NHI faces biggest legal challenge yet

 ·1 Apr 2025

The South African Medical Association (SAMA) has announced it will launch a “significant” legal challenge against the government’s National Health Insurance (NHI) Act.

It will challenge the Act on multiple constitutional levels, outlining the risks and massive implications the NHI will have on healthcare, service delivery, governance and patient access.

At a special media briefing on Tuesday (1 April), chief executive of the association, Dr Mzulungile Nodikida said that the legal challenge will be the most comprehensive brought before the courts to date.

The SAMA legal challenge reflects the “missing voices” in all the legal challenges brought to date—that being the more than 12,000 medical professionals on the frontlines of healthcare in the country, he said.

Nodikida noted that the association believes that the NHI Act severely prejudices doctors and patients alike, and will ultimately limit access to healthcare services in the country.

In addition, the scheme is not financially feasible, will adversely affect the public healthcare sector and damage the long-term sustainability of healthcare in South Africa, the CEO said.

SAMA chairperson, Dr Mvuyisi Mzukwa, said that most legal challenges against the NHI have focused on section 33 of the Act, which restricts medical aid schemes from operating once the scheme is full implemented.
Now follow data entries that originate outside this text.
#: name -> WindowKind; names are scipy's, so a spec passes straight to scipy.signal.
WINDOWS: dict[str, WindowKind] = {
    "boxcar": WindowKind("Rectangular"),
    "hann": WindowKind("Hann"),
    "hamming": WindowKind("Hamming"),
    "blackman": WindowKind("Blackman"),
    "blackmanharris": WindowKind("Blackman-Harris (4-term)"),
    "nuttall": WindowKind("Nuttall (4-term)"),
    "flattop": WindowKind("Flat top"),
    "bartlett": WindowKind("Bartlett"),
    "triang": WindowKind("Triangular"),
    "parzen": WindowKind("Parzen"),
    "bohman": WindowKind("Bohman"),
    "barthann": WindowKind("Bartlett-Hann"),
    "cosine": WindowKind("Cosine"),
    "lanczos": WindowKind("Lanczos"),
    "kaiser": WindowKind(
        "Kaiser",
        (WindowParam("beta", 8.6, Interval(float, 0, None), "", "shape: 0 is rectangular, larger is lower sidelobes"),),
    ),
    "tukey": WindowKind(
        "Tukey (tapered cosine)",
        (WindowParam("alpha", 0.5, Interval(float, 0, 1), "", "tapered fraction: 0 rectangular, 1 Hann"),),
        optional=True,
    ),
    "gaussian": WindowKind(
        "Gaussian", (WindowParam("std", 128.0, _POS, "samples", "standard deviation in samples"),)
    ),
    "general_gaussian": WindowKind(
        "Generalised Gaussian",
        (
            WindowParam("p", 1.5, _POS, "", "shape: 1 Gaussian, 0.5 Laplace-like"),
            WindowParam("sig", 128.0, _POS, "samples", "standard deviation in samples"),
        ),
    ),
    "general_hamming": WindowKind(
        "Generalised Hamming", (WindowParam("alpha", 0.54, Interval(float, 0, 1), "", "0.54 Hamming, 0.5 Hann"),)
    ),
    "chebwin": WindowKind(
        "Dolph-Chebyshev", (WindowParam("at", 100.0, _POS, "dB", "sidelobe attenuation"),)
    ),
    "dpss": WindowKind(
        "DPSS (Slepian)", (WindowParam("NW", 3.0, _POS, "", "time-half-bandwidth product"),)
    ),
    "taylor": WindowKind(
        "Taylor",
        (
            WindowParam("nbar", 4, Interval(int, 1, None), "", "number of nearly constant sidelobes"),
            WindowParam("sll", 30.0, _POS, "dB", "sidelobe suppression"),
        ),
        optional=True,
    ),
    "general_cosine": WindowKind("General cosine (coefficients)", interactive=False),
}

_ALIASES = {
    "rectangular": "boxcar",
    "rect": "boxcar",
    "hanning": "hann",
    "triangle": "triang",
    "blackman-harris": "blackmanharris",
    "flat-top": "flattop",
}

#: scipy windows deliberately left out, with the reason given to the user.
_EXCLUDED = {
    "kaiser_bessel_derived": "it is defined only as a symmetric window, and spectral "
    "estimation needs the periodic (DFT-even) form",
    "exponential": "with scipy's default decay of one sample it is no usable spectral window",
}


def _window_fix(name: str, kind: WindowKind) -> str:
    if not kind.params:
        return f"Write window={name!r}."
    example = (name, *kind.default_spec_params)
    names = ", ".join(p.name for p in kind.params)
    return f"Write window={example!r} (parameters: {names})."


def split_window(value: Any) -> tuple[str, tuple] | None:
    """``"hann" -> ("hann", ())``, ``("kaiser", 8.6) -> ("kaiser", (8.6,))``; None if neither form."""
    if isinstance(value, list):
        value = tuple(value)
    if isinstance(value, str):
        return value, ()
    if isinstance(value, tuple) and value and isinstance(value[0], str):
        return value[0], tuple(value[1:])
    return None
However, Mzukwa said that SAMA’s case will challenge multiple provisions of the Act, focusing on the scheme’s real-world impact and the bureaucratic and structural failures the laws introduce.

It will be backed by extensive medical and legal analysis, SAMA said.

Some of the key issues SAMA is contesting include:

  • Massive logistical and bureaucratic flaws of the scheme
  • Centralisation issues that will make it harder to access healthcare
  • A severe lack of clarity over NHI services
  • Adverse impact on healthcare professionals and level of care
  • Government’s rubber-stamping of the laws, ignoring inputs from industry

Dangerously flawed system

SAMA chairperson, Dr Mvuyisi Mzukwa

Speaking on the broken logistics of the NHI, Mzukwa said that every South African will have to register as a member of the NHI before they can use it and receive treatment.

Before this registration, even emergency medical care will be inaccessible.

It would take years to complete this registration process nationally, as it can only be completed at accredited primary healthcare providers.

Patients will be forced to seek care at their primary healthcare provider first, even if that provider is overloaded or cannot provide sufficient care. There is no clarity on how patient transfers will occur.

Ironically, this entire process goes against the idea of universal healthcare coverage as it severely reduces access.

Other issues flagged include the lack of national systems and databases to give patients access to care and doctors to health records, and all NHI complaints being directed to a centralised office within the NHI structures that will quickly become overburdened.

Crucially, as has been raised many times in the processing of the laws, SAMA said that the Act lacks clarity about what services the NHI will offer.

While the government has hand-waved this away by saying this will come later through regulations, SAMA said that there are nine conflicting definitions of the NHI benefits within the Act itself.

“South Africa is embarking on a radical overhaul of its healthcare system without even knowing what it will offer to patients,” Mzukwa said.

This also extends to procurement, with the procurement of supplies being entirely unclear within the laws—raising concerns about supply chain management and stock shortages.

Mzukwa said the association is particularly concerned about the impact the Act will have on health professionals—those it represents more directly.

He said that many professionals are already stretched beyond their limits, and the Act introduces “impossible accreditation standards” that can only be met after registration with the NHI.

This causes a paradox that makes compliance unattainable for workers who are already under severe strain.

Mzukwa said its analysis shows that a surgeon already works at about 158% capacity in South Africa. With the NHI, that same surgeon would have to work at 366% capacity—for half the income.

“This scenario is unrealistic and unsustainable,” he said.

The Act also does not protect doctors against medicolegal claims, even though they are expected to operate within NHI protocols.

SAMA argues that medical aid members and beneficiaries of the Road Accident Fun and COIDA will all lose their benefits as a result, exacerbating the troubles that already exist here.

“These will be replaced by an ill-defined, unworkable and unaffordable NHI system,” Mzukwa said. “This represented a major step back in healthcare access.

SAMA said it has engaged extensively with the NHI process, giving detailed comments and insights to the government every step of the way.

It engaged with the portfolio committee on health, responded to calls for input and even petitioned President Cyril Ramaphosa directly to return the laws to parliament to address these and many other problems.

However, all these inputs fell on deaf ears, with the laws being signed and these comments ignored.

SAMA said that it does not oppose the principle of universal health coverage—however, the NHI risks collapsing South Africa’s healthcare system entirely.

“Our litigation is about protecting patients, ensuring doctors can continue to provide care, and preventing the state from implementing a dangerously flawed system that could do more harm than good,” Mzukwa said.

SAMA is expected to file its case this week.